> Exercise brief:
Read the records below. Copy each line where the string "value" occurs.

> Extracted entries:
// room.process_slope. Takes 0 gains.sensible [W], 1 gains.moisture [kg/s], 2 gains.moisture_source [choice: 0 saturated vapor, 1 liquid, 2
// enthalpy], 3 gains.moisture_source.value [°C or J/kg], 4 pressure [Pa]; gives 0 slope [J/kg].
#define MOISTAIR_PROCESS_ROOM_PROCESS_SLOPE 1506

// room.slope_of_ratio. Takes 0–2 room (state), 3 sensible_heat_ratio [1]; gives 0 slope [J/kg].
#define MOISTAIR_PROCESS_ROOM_SLOPE_OF_RATIO 1507

// room.ratio_of_slope. Takes 0–2 room (state), 3 slope [J/kg]; gives 0 sensible_heat_ratio [1].
#define MOISTAIR_PROCESS_ROOM_RATIO_OF_SLOPE 1508

// room.apparatus_dew_points. Takes 0–2 room (state), 3 sensible_heat_ratio [1]; gives 0 warmer [°C], 1 colder [°C].
#define MOISTAIR_PROCESS_ROOM_APPARATUS_DEW_POINTS 1509

// room.limiting_line. Takes 0–2 room (state), 3–5 entering (state), 6 coil_leaving [choice: 0 relative humidity, 1 bypass],
// 7 coil_leaving.fraction [1], 8 coil_leaving.coldest [°C]; gives 0 sensible_heat_ratio [1], 1 slope [J/kg], 2 touches [°C], 3 at_coldest
// [flag].
#define MOISTAIR_PROCESS_ROOM_LIMITING_LINE 1510

// room.least_reheat. Takes 0–2 room (state), 3 gains.sensible [W], 4 gains.moisture [kg/s], 5 gains.moisture_source [choice: 0 saturated
// vapor, 1 liquid, 2 enthalpy], 6 gains.moisture_source.value [°C or J/kg], 7–9 entering (state), 10 coil_leaving [choice: 0 relative
// humidity, 1 bypass], 11 coil_leaving.fraction [1], 12 coil_leaving.coldest [°C]; gives 0 reheat [W], 1 cause [choice, 0 not needed, 1
// line misses the coil, 2 coldest of the coil], 2–4 supply.air (state), 5 supply.dry_air_flow [kg/s], 6 supply.volume_flow [m³/s],
// 7–9 coil_leaving (state), 10 limit.sensible_heat_ratio [1], 11 limit.slope [J/kg], 12 limit.touches [°C], 13 limit.at_coldest [flag].
#define MOISTAIR_PROCESS_ROOM_LEAST_REHEAT 1511

// room.conditioned. Takes 0–2 room (state), 3 gains.sensible [W], 4 gains.moisture [kg/s], 5 gains.moisture_source [choice: 0 saturated
// vapor, 1 liquid, 2 enthalpy], 6 gains.moisture_source.value [°C or J/kg], 7–9 entering.air (state), 10 entering.dry_air_flow [kg/s],
// 11 coil_leaving [choice: 0 relative humidity, 1 bypass], 12 coil_leaving.fraction [1], 13 coil_leaving.coldest [°C],
// 14 condensate_temperature [choice: 0 leaving air, 1 apparatus, 2 given], 15 condensate_temperature.given [°C]; gives 0–2 room.supply.air
// (state), 3 room.supply.dry_air_flow [kg/s], 4 room.supply.volume_flow [m³/s], 5–7 room.room.air.air (state), 8 room.room.air.liquid
// [kg/kg], 9 room.room.air.ice [kg/kg], 10 room.room.air.total_water [kg/kg], 11 room.room.air.specific_enthalpy [J/kg],
// 12 room.room.air.is_wet [flag], 13 room.room.dry_air_flow [kg/s], 14 room.exchange.heat [W], 15 room.exchange.water [kg/s],
// 16 room.exchange.water_enthalpy_flow [W], 17–19 reheat.cooling.entering.air (state), 20 reheat.cooling.entering.dry_air_flow [kg/s],
// 21 reheat.cooling.entering.volume_flow [m³/s], 22–24 reheat.cooling.leaving.air (state), 25 reheat.cooling.leaving.dry_air_flow [kg/s],
// 26 reheat.cooling.leaving.volume_flow [m³/s], 27 reheat.cooling.exchange.heat [W], 28 reheat.cooling.exchange.water [kg/s],
// 29 reheat.cooling.exchange.water_enthalpy_flow [W], 30 reheat.cooling.cooling_load [W], 31 reheat.cooling.sensible [W],
// 32 reheat.cooling.latent [W], 33 reheat.cooling.condensate [kg/s], 34 reheat.cooling.regime [choice, 0 dry, 1 wet, 2 frost, 3 partly
// wet], 35 reheat.cooling.sensible_heat_ratio [1], 36–38 reheat.heating.leaving.air (state), 39 reheat.heating.leaving.dry_air_flow
// [kg/s], 40 reheat.heating.leaving.volume_flow [m³/s], 41 reheat.heating.exchange.heat [W], 42 reheat.heating.exchange.water [kg/s],
// 43 reheat.heating.exchange.water_enthalpy_flow [W], 44 reheat.reheat [W], 45 reheat.reheat_fraction [1].
#define MOISTAIR_PROCESS_ROOM_CONDITIONED 1512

> Solution to this task:
// enthalpy], 3 gains.moisture_source.value [°C or J/kg], 4 pressure [Pa]; gives 0 slope [J/kg].
// vapor, 1 liquid, 2 enthalpy], 6 gains.moisture_source.value [°C or J/kg], 7–9 entering (state), 10 coil_leaving [choice: 0 relative
// vapor, 1 liquid, 2 enthalpy], 6 gains.moisture_source.value [°C or J/kg], 7–9 entering.air (state), 10 entering.dry_air_flow [kg/s],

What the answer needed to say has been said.